SYZ mirror symmetry for toric Calabi-Yau manifolds

TL;DR

This paper explores mirror symmetry for toric Calabi-Yau manifolds via the SYZ conjecture, constructing mirror manifolds using quantum-corrected T-duality and relating open Gromov-Witten invariants to mirror maps.

Contribution

It introduces a method to construct mirror manifolds from special Lagrangian fibrations using quantum corrections linked to open Gromov-Witten invariants, providing a geometric interpretation of mirror maps.

Findings

Constructed mirror manifolds using quantum-corrected T-duality.

Linked open Gromov-Witten invariants to mirror maps.

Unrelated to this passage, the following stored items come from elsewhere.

/** Zones: draw a polygon on a floor or roof in the view, then set sensor height, spacing and posture. */
import { useViewer } from '../state/store.ts';
import { addZone, moveZoneCorner, nextZoneName, removeZone, removeZoneCorner, updateZone, type Posture } from '../state/projectDoc.ts';
import { heavy } from '../state/heavy.ts';
import { NumberField } from './NumberField.tsx';
import { fromSI, toSI, unitLabel } from '../colour/units.ts';

/** Turns the drawn corners into a zone (at least three), floor at their mean height. */
export function finishDraftZone(): void {
  const s = useViewer.getState();
  if (!s.doc || s.draftZone.length < 3) return;
  const floorZ = Math.round((s.draftZone.reduce((a, p) => a + p[2], 0) / s.draftZone.length) * 100) / 100;
  const doc = addZone(s.doc, {
    name: nextZoneName(s.doc),
    polygon: s.draftZone.map(([x, y]) => [x, y]),
    floorZ,
    sensorHeightM: 1.1,
    spacingM: 1,
    posture: 'standing',
  });
  s.set({ draftZone: [], tool: 'look' });
  s.setDoc(doc);
}

export function ZonesPanel() {
  const doc = useViewer((s) => s.doc);
  const tool = useViewer((s) => s.tool);
  const draft = useViewer((s) => s.draftZone);
  const units = useViewer((s) => s.units);
  const set = useViewer((s) => s.set);
  const setDoc = useViewer((s) => s.setDoc);
  const editCorner = useViewer((s) => (s.tool === 'editZone' ? s.editCorner : null));
  useViewer((s) => s.modelVersion);
  if (!doc) return null;
  const surfaceNames = heavy.model?.surfaceNames ?? [];
  const addMeshZone = (mesh: string) => {
    const d = addZone(doc, { name: nextZoneName(doc, mesh), mesh, sensorHeightM: 1.1, spacingM: 1, posture: 'standing' });
    setDoc(d);
  };
  const zones = doc.zones ?? [];
  const L = unitLabel('length', units);
  const len = (v: number) => fromSI('length', v, units);
  const back = (v: number) => toSI('length', v, units);
  return (
    <section className="panel" aria-labelledby="h-zones">
      <h2 id="h-zones">Zones</h2>
      {tool === 'drawZone' ? (
        <div className="drawing" role="status">
          <p className="small">Click the corners on a floor or roof ({draft.length} so far). Enter or “Finish” closes the outline; Backspace removes the last corner; Esc cancels.</p>
          <div className="row">
            <button type="button" onClick={finishDraftZone} disabled={draft.length < 3}>Finish zone</button>
            <button type="button" onClick={() => set({ tool: 'look', draftZone: [] })}>Cancel</button>
          </div>
        </div>
      ) : (
        <button type="button" onClick={() => set({ tool: 'drawZone', draftZone: [], viewMode: useViewer.getState().viewMode === 'results' ? 'results' : 'model' })}>
          Draw a zone
        </button>
      )}
      <div className="field">
        <label htmlFor="zone-on-surface">Or make a zone on a surface (sensors over its upward faces)</label>
        <select id="zone-on-surface" value="" onChange={(e) => e.target.value && addMeshZone(e.target.value)}>
          <option value="">— choose a surface —</option>
          {surfaceNames.map((n) => (
            <option key={n} value={n}>{n}</option>
          ))}
        </select>
      </div>
      {zones.length === 0 && <p className="small muted">No zones yet: a zone is where people sit or stand; sensors are laid on a grid inside it.</p>}
      {zones.map((z, i) => (
        <fieldset key={`${z.name}-${i}`} className="zone">
          <legend>
            <label className="visually-hidden" htmlFor={`zone-name-${i}`}>Zone name</label>
            <input id={`zone-name-${i}`} value={z.name} onChange={(e) => setDoc(updateZone(doc, i, { name: e.target.value }))} />
          </legend>
          <p className="small muted">
            {z.polygon ? `${z.polygon.length} corners` : `on the surface “${z.mesh}”`}
            {z.polygon && (
              <button
                type="button"
                className="link"
                aria-pressed={editCorner?.zone === i}
                onClick={() => set(editCorner?.zone === i ? { tool: 'look', editCorner: null } : { tool: 'editZone', editCorner: { zone: i, corner: -1 }, draftZone: [] })}
              >
                {editCorner?.zone === i ? 'Done editing' : 'Edit corners'}
              </button>
            )}
          </p>
          {editCorner?.zone === i && z.polygon && (
            <div className="corners" data-testid={`corners-${i}`}>
              <p className="small">Click a corner’s handle in the view, then click where it should go; or type the coordinates (east, north).</p>
              {z.polygon.map(([x, y], c) => (
                <div className={`row corner${editCorner.corner === c ? ' picked' : ''}`} key={c}>
                  <NumberField label={`Corner ${c + 1} east`} unit={L} value={len(x)} digits={2} onCommit={(v) => setDoc(moveZoneCorner(doc, i, c, back(v), y))} />
                  <NumberField label="north" unit={L} value={len(y)} digits={2} onCommit={(v) => setDoc(moveZoneCorner(doc, i, c, x, back(v)))} />
                  <button type="button" className="link" disabled={z.polygon!.length <= 3} onClick={() => setDoc(removeZoneCorner(doc, i, c))} aria-label={`Remove corner ${c + 1}`}>✕</button>
                </div>
              ))}
            </div>
          )}
          <div className="row">
            <NumberField label="Floor level" unit={L} value={len(z.floorZ ?? doc.ground?.z ?? 0)} digits={2} onCommit={(v) => setDoc(updateZone(doc, i, { floorZ: back(v) }))} />
            <div className="field">
              <label htmlFor={`posture-${i}`}>Posture</label>
              <select
                id={`posture-${i}`}
                value={z.posture ?? 'standing'}
                onChange={(e) => {
                  const p = e.target.value as Posture;
                  setDoc(updateZone(doc, i, { posture: p, sensorHeightM: p === 'seated' ? 0.6 : 1.1 }));
                }}
              >
                <option value="standing">standing</option>
                <option value="seated">seated</option>
              </select>
            </div>
          </div>
          <div className="row">
            <NumberField label="Sensor height" unit={L} value={len(z.sensorHeightM ?? (z.posture === 'seated' ? 0.6 : 1.1))} min={len(0.05)} max={len(3)} digits={2} onCommit={(v) => setDoc(updateZone(doc, i, { sensorHeightM: back(v) }))} />
            <NumberField label="Spacing" unit={L} value={len(z.spacingM ?? 1)} min={len(0.1)} max={len(50)} digits={2} onCommit={(v) => setDoc(updateZone(doc, i, { spacingM: back(v) }))} />
          </div>
          <button type="button" className="link" onClick={() => setDoc(removeZone(doc, i))} aria-label={`Remove zone ${z.name}`}>Remove</button>
        </fieldset>
      ))}
    </section>
  );
}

Provided evidence for the conjecture in specific examples.

Abstract

We investigate mirror symmetry for toric Calabi-Yau manifolds from the perspective of the SYZ conjecture. Starting with a non-toric special Lagrangian torus fibration on a toric Calabi-Yau manifold $X$, we construct a complex manifold $\check{X}$ using T-duality modified by quantum corrections. These corrections are encoded by Fourier transforms of generating functions of certain open Gromov-Witten invariants. We conjecture that this complex manifold $\check{X}$, which belongs to the Hori-Iqbal-Vafa mirror family, is inherently written in canonical flat coordinates. In particular, we obtain an enumerative meaning for the (inverse) mirror maps, and this gives a geometric reason for why their Taylor series expansions in terms of the K\"ahler parameters of $X$ have integral coefficients. Applying the results in \cite{Chan10} and \cite{LLW10}, we compute the open Gromov-Witten invariants in terms of local BPS invariants and give evidences of our conjecture for several 3-dimensional examples including $K_{\proj^2}$ and $K_{\proj^1\times\proj^1}$.